Robert Eggers continue d’ailleurs son portrait d’une autodestruction masculine, un trait qui était déjà visible dans ses films précédents et qui résonne ici par ses différentes figures d’hommes. Pour rebondir sur un choix de design qui a divisé, il est amusant que le personnage le plus « positif » soit dépourvu de moustache. C’est comme si cette privation de ce signe donnait une réelle perspective à un protagoniste peu héroïque mais cherchant à sauver sa femme du mal / mâle qui la ronge. Le rapport de possession des émotions et les envies de destruction corroborent cette réflexion, permettant de densifier une nouvelle fois un cinéma trop souvent limité par ses détracteurs comme du démonstratif sans intellect.
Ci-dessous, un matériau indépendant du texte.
import { normalCdf } from './normal';
import type { Atoms, Prior } from './prior';
import { momentsOf } from './prior';
import { certainVariance } from './quantiser';

/** How a level's verdicts come about: `blur` in dose (sd), and preparations a level. */
export type Reading = { blur: number; replicates: number };

/** P(s of r verdicts "sustained" | onset), per level: table[s · atoms + j]. */
function countTable(dose: number, atoms: Atoms, reading: Reading): Float64Array {
  const m = atoms.x.length;
  const r = reading.replicates;
  const table = new Float64Array((r + 1) * m);
  for (let j = 0; j < m; j += 1) {
    // The spread inside an atom widens the blur: exact for one verdict and a normal slice.
    const z = (dose - atoms.x[j]!) / Math.sqrt(reading.blur ** 2 + atoms.v[j]!);
    const [p, q] = [normalCdf(z), normalCdf(-z)];
    let rising = 1;
    for (let s = 0; s <= r; s += 1) {
      table[s * m + j] = rising;
      rising *= (p * (r - s)) / (s + 1);
    }
    let falling = 1;
    for (let s = r; s >= 0; s -= 1) {
      table[s * m + j]! *= falling;
      falling *= q;
    }
  }
  return table;
}

/**
 * Variance of the conditional mean by walking the tree of verdict counts, level by level. A branch
 * of probability below `prune` is not followed further (its information up to there counts, so
 * the answer errs to the cautious side by at most the share pruned). Null beyond `cap` nodes.
 */
function gainByTree(atoms: Atoms, tables: Float64Array[], r: number, prune: number, cap: number) {
  const m = atoms.x.length;
  const stack = tables.map(() => new Float64Array(m));
  let nodes = 0;
  let gain = 0;
  const visit = (depth: number, joint: Float64Array): boolean => {
    const table = tables[depth]!;
    const child = stack[depth]!;
    for (let s = 0; s <= r; s += 1) {
      nodes += 1;
      if (nodes > cap) return false;
      let [w, moment] = [0, 0];
      for (let j = 0, at = s * m; j < m; j += 1, at += 1) {
        const share = joint[j]! * table[at]!;
        child[j] = share;
        w += share;
        moment += share * atoms.x[j]!;
      }
      if (depth + 1 < tables.length && w > prune) {
        if (!visit(depth + 1, child)) return false;
      } else if (w > 0) gain += (moment * moment) / w;
    }
    return true;
  };
  return visit(0, atoms.w) ? gain : null;
}

const primes = (count: number): number[] => {
  const found: number[] = [];
  for (let n = 2; found.length < count; n += 1) if (found.every((p) => n % p !== 0)) found.push(n);
  return found;
};

/** Richtmyer's sequence: frac(n √p), one prime a dimension. */
function richtmyer(n: number, roots: readonly number[], i: number): number {
  return (n * roots[i]!) % 1;
}

/** Number of "sustained" verdicts at quantile u for the onset at atom `truth`. */
function countAt(table: Float64Array, m: number, truth: number, r: number, u: number): number {
  let left = u;
  let s = 0;
  while (s < r && left >= table[s * m + truth]!) {
    left -= table[s * m + truth]!;
    s += 1;
  }
  return s;
}

/** Multiplies the likelihood of s verdicts into `joint`, kept clear of underflow. */
function update(joint: Float64Array, table: Float64Array, s: number): void {
  const m = joint.length;
  let top = 0;
  for (let j = 0, at = s * m; j < m; j += 1, at += 1) {
    joint[j]! *= table[at]!;
    if (joint[j]! > top) top = joint[j]!;
  }
  if (top > 0 && top < 1e-100) for (let j = 0; j < m; j += 1) joint[j]! /= top;
}

function varianceUnder(joint: Float64Array, atoms: Atoms): number {
  let [w, moment] = [0, 0];
  for (let j = 0; j < joint.length; j += 1) {
    w += joint[j]!;
    moment += joint[j]! * atoms.x[j]!;
  }
  if (w === 0) return 0;
  const mean = moment / w;
  let variance = 0;
  for (let j = 0; j < joint.length; j += 1) {
    variance += joint[j]! * ((atoms.x[j]! - mean) ** 2 + atoms.v[j]!);
  }
  return variance / w;
}

/**
 * The expected variance by equidistributed points instead of all outcomes: onsets stratified,
 * verdict counts from Richtmyer's sequence. Standard error near 1/√points of the answer.
 */
function varianceByPoints(atoms: Atoms, tables: Float64Array[], r: number, points: number): number {
  const m = atoms.x.length;
  const roots = primes(tables.length).map(Math.sqrt);
  const joint = new Float64Array(m);
  let sum = 0;
  let truth = 0;
  let below = atoms.w[0]!;
  for (let n = 0; n < points; n += 1) {
    while (below < (n + 0.5) / points && truth < m - 1) {
      truth += 1;
      below += atoms.w[truth]!;
    }
    joint.set(atoms.w);
    for (let i = 0; i < tables.length; i += 1) {
      const table = tables[i]!;
      update(joint, table, countAt(table, m, truth, r, richtmyer(n + 1, roots, i)));
    }
    sum += varianceUnder(joint, atoms);
  }
  return sum / points;
}

export type Effort = { prune: number; cap: number; points: number };

/**
 * E[Var(onset | verdicts)] of levels read with blur, replicates independent. All outcomes where
 * they are few enough (`effort.cap` nodes), otherwise by `effort.points` points.
 * `byPoints` forces the latter, so that a search compares like with like.
 */
export function blurredVariance(
  atoms: Atoms,
  levels: readonly number[],
  reading: Reading,
  effort: Effort,
  byPoints = false,
): { variance: number; byPoints: boolean } {
  const { mean, sd } = momentsOf(atoms);
  if (levels.length === 0 || sd === 0) return { variance: sd * sd, byPoints };
  const centred = { ...atoms, x: atoms.x.map((x) => x - mean) };
  const tables = [...levels]
    .sort((a, b) => a - b)
    .map((d) => countTable(d - mean, centred, reading));
  const r = reading.replicates;
  const tree = byPoints ? null : gainByTree(centred, tables, r, effort.prune, effort.cap);
  const left = tree === null ? varianceByPoints(centred, tables, r, effort.points) : sd * sd - tree;
  return { variance: Math.min(sd * sd, Math.max(0, left)), byPoints: tree === null };
}

export const SEARCH_EFFORT: Effort = { prune: 1e-5, cap: 20_000, points: 600 };
export const REPORT_EFFORT: Effort = { prune: 1e-8, cap: 100_000, points: 2400 };

/** E[Var(onset | verdicts)], as reported; `atoms` a pooled prior where verdicts are blurred. */
export function expectedVariance(
  prior: Prior,
  atoms: Atoms,
  levels: readonly number[],
  reading: Reading,
): number {
  if (reading.blur === 0) return certainVariance(prior, levels);
  return blurredVariance(atoms, levels, reading, REPORT_EFFORT).variance;
}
Si l’on peut regretter que le côté charnel du film n’explose réellement que dans sa conclusion (avec un magnifique dernier plan) pout que cet aspect infuse réellement la narration, il faut néanmoins traiter ce « Nosferatu » avec un intérêt cinématographique certain. Loin de la simple déférence vers le classique de Murnau, Robert Eggers impose dans cette relecture un questionnement masculin et bactériologique à propos au vu de l’actualité chargée de menaces destructrices. L’auto annihilation s’avérant au cœur de son cinéma, il est d’intérêt d’évaluer correctement ce metteur en scène aussi bien fascinant visuellement que thématiquement.
Résumé : NOSFERATU, de Robert Eggers, est un conte gothique retraçant les horreurs causées par l’obsession d’un vampire terrifiant pour une jeune femme tourmentée.